Variant-level indexing. The variants_by_name map enables O(1) constructor resolution but requires that variant names are unique across all enums in a module. This is a deliberate constraint — Ori does not allow two enums to have variants with the same name (unlike Rust, where each enum has its own namespace). The benefit is simpler resolution; the cost is that generic variant names like Error can only belong to one enum.

Separate registries vs. unified storage. Three registries (TypeRegistry, TraitRegistry, MethodRegistry) add complexity compared to a single unified registry. The separation keeps each registry focused — type lookup doesn’t need to filter out traits, and trait lookup doesn’t need to handle type alias resolution. This aligns with the single-responsibility principle but means cross-registry queries (e.g., “find all traits implemented by this type”) require coordination between registries.

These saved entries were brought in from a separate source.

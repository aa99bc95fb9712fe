// Number formatting for plain-words notes and equations. Hand-rolled rather than Intl so the
// server and every phone produce the same characters whatever locale data they carry.

/** v to `digits` significant digits, plain decimal where reasonable, exponent form otherwise. */
export function sig(v: number, digits: number): string {
  if (!Number.isFinite(v)) return String(v);
  if (v === 0) return '0';
  const a = Math.abs(v);
  if (a >= 1e-4 && a < 1e9) return String(Number(v.toPrecision(digits)));
  return v.toExponential(digits - 1);
}

/** Rounded to `decimals` with thousands separators: 5043.83 → "5,044". */
export function fmt(v: number, decimals = 0): string {
  if (!Number.isFinite(v)) return String(v);
  const neg = v < 0 ? '-' : '';
  const fixed = Math.abs(v).toFixed(decimals);
  const [int = '', frac] = fixed.split('.');
  const grouped = int.replace(/\B(?=(\d{3})+(?!\d))/g, ',');
  return neg + grouped + (frac ? `.${frac}` : '');
}
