#[cfg(test)]
mod tests {
    use super::*;
    use proptest::prelude::*;

    /// −1, 0 or 1.
    fn sign(v: f64) -> i8 {
        i8::from(v > 0.0) - i8::from(v < 0.0)
    }

    /// A run's length after one more point: extended, or restarted at 1 (0 when the point
    /// cannot start one, e.g. on the centre line).
    fn run_after(run: usize, extends: bool, starts: bool) -> usize {
        if extends {
            run + 1
        } else {
            usize::from(starts)
        }
    }

    /// The tests point by point, as their definitions read: the oracle for [`nelson`].
    fn nelson_point_by_point(z: &[f64], rules: &[u8]) -> Vec<(usize, u8)> {
        let on = |r: u8| rules.contains(&r);
        let mut out = Vec::new();
        let (mut side_run, mut side) = (0usize, 0i8);
        let (mut trend_run, mut trend) = (0usize, 0i8);
        let (mut alt_run, mut last_step) = (0usize, 0i8);
        let (mut within_run, mut beyond_run) = (0usize, 0usize);
        for i in 0..z.len() {
            let v = z[i];
            let s = sign(v);
            side_run = run_after(side_run, s != 0 && s == side, s != 0);
            side = s;
            if i > 0 {
                let step = sign(z[i] - z[i - 1]);
                trend_run = run_after(trend_run, step != 0 && step == trend, step != 0);
                trend = step;
                alt_run = run_after(alt_run, step != 0 && step == -last_step, step != 0);
                last_step = step;
            }
            within_run = usize::from(v.abs() < 1.0) * (within_run + 1);
            beyond_run = usize::from(v.abs() > 1.0) * (beyond_run + 1);
            // The current point is beyond `limit` on its side, with enough company.
            let beyond_on_side = |k: usize, limit: f64| -> bool {
                let sign = v.signum();
                if v.abs() <= limit || i + 1 < k {
                    return false;
                }
                z[i + 1 - k..=i]
                    .iter()
                    .filter(|&&w| w.signum() == sign && w.abs() > limit)
                    .count()
                    >= k - 1
            };
            let hits = [
                v.abs() > 3.0,
                side_run >= 9,
                trend_run >= 5,
                alt_run >= 13,
                beyond_on_side(3, 2.0),
                beyond_on_side(5, 1.0),
                within_run >= 15,
                beyond_run >= 8,
            ];
            for (r, hit) in (1u8..).zip(hits) {
                if hit && on(r) {
                    out.push((i, r));
                }
            }
        }
        out
    }

    /// Points that trip every test often: runs, trends, alternations, ties and zeros, values
    /// on and around the zone edges.
    fn points() -> impl Strategy<Value = Vec<f64>> {
        let value = prop_oneof![
            (-4.0f64..4.0),
            prop::sample::select(vec![0.0, 1.0, -1.0, 2.0, -2.0, 3.0, -3.0, 0.5, -0.5]),
        ];
        prop::collection::vec(value, 0..400)
    }

    proptest! {
        #![proptest_config(ProptestConfig::with_cases(300))]
        /// The word-at-a-time tests find exactly the signals of the point-by-point reading.
        #[test]
        fn word_masks_agree_with_the_point_by_point_tests(
            z in points(),
            trend in -0.2f64..0.2,
            rules in prop::sample::subsequence(vec![1u8, 2, 3, 4, 5, 6, 7, 8], 0..=8),
        ) {
            // A drift makes long trends and one-sided runs common.
            let z: Vec<f64> = z.iter().enumerate().map(|(i, v)| v * 0.3 + trend * (i % 90) as f64 - 1.0).collect();
            prop_assert_eq!(nelson(&z, &rules), nelson_point_by_point(&z, &rules));
        }

        #[test]
        fn word_masks_agree_on_raw_points(z in points()) {
            let all = [1u8, 2, 3, 4, 5, 6, 7, 8];
            prop_assert_eq!(nelson(&z, &all), nelson_point_by_point(&z, &all));
        }
    }

    proptest! {
        /// The word-at-a-time masks (two or four points a comparison) are the point-by-point ones.
        #[test]
        fn word_masks_are_the_point_masks(
            word in prop::collection::vec(prop_oneof![-4.0f64..4.0, Just(0.0), Just(1.0), Just(-2.0), Just(3.0)], 64),
            before in prop::option::of(-4.0f64..4.0),
            zones in any::<bool>(),
        ) {
            let all = |m: Masks| (m.above, m.below, m.rising, m.falling, m.beyond, m.beyond_up, m.beyond_down, m.within1);
            let b = all(Masks::of_points(&word, before, zones));
            prop_assert_eq!(all(Masks::of(&word, before, zones)), b);
            // Both word builds, whichever one `of` picked on this processor.
            #[cfg(target_arch = "x86_64")]
            {
                let word: &[f64; 64] = word.as_slice().try_into().unwrap();
                let sse2 = if zones { Masks::of_word_sse2::<true>(word, before) } else { Masks::of_word_sse2::<false>(word, before) };
                prop_assert_eq!(all(sse2), b);
                if std::is_x86_feature_detected!("avx2") {
                    // SAFETY: the processor has AVX2, checked above.
                    let avx2 = unsafe { if zones { Masks::of_word_avx2::<true>(word, before) } else { Masks::of_word_avx2::<false>(word, before) } };
                    prop_assert_eq!(all(avx2), b);
                }
            }
        }
    }

    proptest! {
        #![proptest_config(ProptestConfig::with_cases(200))]
        /// The individuals chart's own path (one sigma, moving ranges from the values, no copies)
        /// finds exactly the signals of the general point-by-point-sigma path, in the same order,
        /// and its limits are those of the chart with points.
        #[test]
        fn individuals_path_agrees_with_the_general_path(
            z in points(),
            spikes in prop::collection::vec((0usize..400, -30.0f64..30.0), 0..20),
            all_rules in any::<bool>(),
        ) {
            let mut x: Vec<f64> = z.iter().map(|v| 10.0 + 0.01 * v).collect();
            for (i, jump) in spikes {
                if let Some(v) = x.get_mut(i) {
                    *v += 0.01 * jump;
                }
            }
            let rules: &[u8] = if all_rules { &[1, 2, 3, 4, 5, 6, 7, 8] } else { &DEFAULT_RULES };
            let (Some(with_points), Some(limits)) = (individuals(&x), individuals_limits(&x)) else {
                prop_assert!(x.len() < 3);
                return Ok(());
            };
            prop_assert_eq!(
                (with_points.location, with_points.dispersion, &with_points.location_sigma, &with_points.dispersion_ucl),
                (limits.location, limits.dispersion, &limits.location_sigma, &limits.dispersion_ucl)
            );
            let general = signals_point_by_point_sigma(&with_points, rules);
            prop_assert_eq!(&individuals_signals(&x, &limits, rules), &general);
            prop_assert_eq!(&signals(&with_points, rules), &general);
        }
    }

    /// Each chance from its formula (see [`CHANCE_PER_POINT`]), Φ from `stats::normal`.
    #[test]
    fn chances_per_point_are_their_formulas() {
        use crate::stats::normal::cdf;
        let (p1, p2) = (cdf(-1.0), cdf(-2.0));
        let zigzag_14 = 199_360_981.0;
        let factorial = |n: u32| (1..=n).map(f64::from).product::<f64>();
        let formulas = [
            2.0 * cdf(-3.0),
            2.0 * 0.5f64.powi(9),
            2.0 / factorial(6),
            2.0 * zigzag_14 / factorial(14),
            2.0 * p2 * (1.0 - (1.0 - p2).powi(2)),
            2.0 * p1 * (4.0 * p1.powi(3) * (1.0 - p1) + p1.powi(4)),
            (1.0 - 2.0 * p1).powi(15),
            (2.0 * p1).powi(8),
        ];
        for (r, (got, want)) in CHANCE_PER_POINT.iter().zip(formulas).enumerate() {
            assert!(
                (got - want).abs() < 1e-4 * want,
                "test {}: {got} against {want}",
                r + 1
            );
        }
        let mr = 2.0 * cdf(-3.2665 * (2.0 / std::f64::consts::PI.sqrt()) / 2f64.sqrt());
        assert!((CHANCE_MOVING_RANGE - mr).abs() < 1e-3 * mr, "{mr}");
    }

    /// On 4·10⁶ independent normal points each test signals at its chance per point, to within
    /// five standard errors, the variance taken as six times Poisson's: a run's signals come in
    /// clusters (a run of 15 within 1σ goes on with chance 0.68, inflating the variance about
    /// (1 + 0.68)/(1 − 0.68) ≈ 5.3 times; the other tests less).
    #[test]
    fn chances_per_point_match_a_simulation() {
        use rand::SeedableRng;
        use rand_distr::{Distribution, StandardNormal};
        let mut rng = rand_xoshiro::Xoshiro256PlusPlus::seed_from_u64(7);
        let n = 4_000_000;
        let z: Vec<f64> = (0..n).map(|_| StandardNormal.sample(&mut rng)).collect();
        let mut count = [0usize; 9];
        for (_, rule) in nelson(&z, &[1, 2, 3, 4, 5, 6, 7, 8]) {
            count[rule as usize] += 1;
        }
        for (r, &p) in CHANCE_PER_POINT.iter().enumerate() {
            let expected = p * n as f64;
            let seen = count[r + 1] as f64;
            assert!(
                (seen - expected).abs() < 5.0 * (6.0 * expected).sqrt(),
                "test {}: {seen} signals, {expected:.0} expected",
                r + 1
            );
        }
    }

    #[test]
    fn runs_cross_word_boundaries() {
        // 9 points above the centre from point 60 to 68 straddle the first and second words.
        let mut z: Vec<f64> = (0..130)
            .map(|i| if i % 2 == 0 { 0.5 } else { -0.5 })
            .collect();
        for v in &mut z[60..69] {
            *v = 0.5;
        }
        assert_eq!(nelson(&z, &[2]), vec![(68, 2)]);
        assert_eq!(nelson(&z, &[2]), nelson_point_by_point(&z, &[2]));
    }
}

Object safety at definition time. Checking object safety when the trait is defined (rather than when it’s used as a trait object) means violations are reported early, but it also means the check runs even for traits that are never used as trait objects. The early check is a small cost (one analysis per trait definition) for a significant UX benefit (errors at the definition site, not at distant use sites).

Explicit vs. implicit trait implementation. Requiring explicit impl Type: Trait is more verbose than Go’s implicit conformance but prevents accidental satisfaction. A type with a to_str method doesn’t automatically become Printable — the author must explicitly declare the intent. This catches bugs where a method happens to have the right name but the wrong semantics.